* **Task goal**: Repeat exactly, and only, the lines from the one holding "assert not np.array_equal(a, _pixels(bare))" through the last line of the records below.

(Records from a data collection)
--- --- ---

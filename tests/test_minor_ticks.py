"""The figures' minor ticks drawn as marks (``_style``): the same pixels as matplotlib's own
Tick objects give (source: matplotlib's ordinary drawing path, the same figure drawn by
``matplotlib.figure.Figure.draw``), tolerance: none, every pixel equal."""

from __future__ import annotations

import io

import numpy as np
import pytest

mpl = pytest.importorskip("matplotlib")

from matplotlib.figure import Figure

from peaksift._annotations import plain_log_ticks
from peaksift._style import figure_style, new_figure


def _build(kind: str):
    fig, (top, pulls) = new_figure((6.0, 4.5), 2, 1, sharex=True,
                                   gridspec_kw={"height_ratios": [3, 1]})
    with figure_style():
        x = np.linspace(110.0, 200.0, 91)
        top.stairs(np.exp(-x[:-1] / 30.0) * 1e4, x, fill=True, alpha=0.15)  # touches the axis
        top.plot(x, np.exp(-x / 30.0) * 1e4, label="model")
        if kind == "log8":     # eight decades: unlabelled minor ticks, 8 per decade
            top.set_yscale("log")
            top.set_ylim(1e-6, 1e2)
        elif kind == "short":  # a short log axis: labelled minor ticks stay matplotlib's
            top.set_yscale("log")
            top.set_ylim(2.0, 40.0)
            plain_log_ticks(top)
        top.legend(loc="best")
        pulls.bar(x[:-1] + 0.5, np.sin(x[:-1]), width=1.0)
        pulls.set_xlim(110.0, 200.0)
    return fig


def _pixels(fig) -> np.ndarray:
    buf = io.BytesIO()
    with figure_style():
        fig.savefig(buf, format="png", dpi=80)
    buf.seek(0)
    return np.asarray(mpl.image.imread(buf))


@pytest.mark.parametrize("kind", ["linear", "log8", "short"])
def test_minor_tick_marks_match_matplotlibs_ticks(kind):
    ours = _build(kind)
    reference = _build(kind)
    reference.__class__ = Figure  # matplotlib's own drawing, one Tick per minor tick
    a, b = _pixels(ours), _pixels(reference)
    assert a.shape == b.shape
    assert np.array_equal(a, b), f"{int((a != b).any(axis=2).sum())} pixels differ"
    # the minor ticks are there (a figure without them must differ) ...
    bare = _build(kind)
    bare.__class__ = Figure
    for ax in bare.axes:
        ax.minorticks_off()
    assert not np.array_equal(a, _pixels(bare))
    # ... and the figure is left as it was: its locators back, no marks left behind
    for ax in ours.axes:
        for axis in (ax.xaxis, ax.yaxis):
            assert "draw" not in vars(axis)
            assert type(axis.get_minor_locator()).__name__ != "NullLocator"
    assert np.array_equal(_pixels(ours), a)  # drawn again: the same


def test_figure_pickles_like_a_matplotlib_figure():
    # matplotlib figures pickle (source: matplotlib's Figure.__getstate__/__setstate__); ours
    # must too, and draw the same pixels after the round trip
    import pickle

    fig = _build("log8")
    again = pickle.loads(pickle.dumps(fig))
    assert isinstance(again, Figure)
    assert np.array_equal(_pixels(again), _pixels(fig))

--- --- ---

* **Exercise result**:
    assert not np.array_equal(a, _pixels(bare))
    # ... and the figure is left as it was: its locators back, no marks left behind
    for ax in ours.axes:
        for axis in (ax.xaxis, ax.yaxis):
            assert "draw" not in vars(axis)
            assert type(axis.get_minor_locator()).__name__ != "NullLocator"
    assert np.array_equal(_pixels(ours), a)  # drawn again: the same


def test_figure_pickles_like_a_matplotlib_figure():
    # matplotlib figures pickle (source: matplotlib's Figure.__getstate__/__setstate__); ours
    # must too, and draw the same pixels after the round trip
    import pickle

    fig = _build("log8")
    again = pickle.loads(pickle.dumps(fig))
    assert isinstance(again, Figure)
    assert np.array_equal(_pixels(again), _pixels(fig))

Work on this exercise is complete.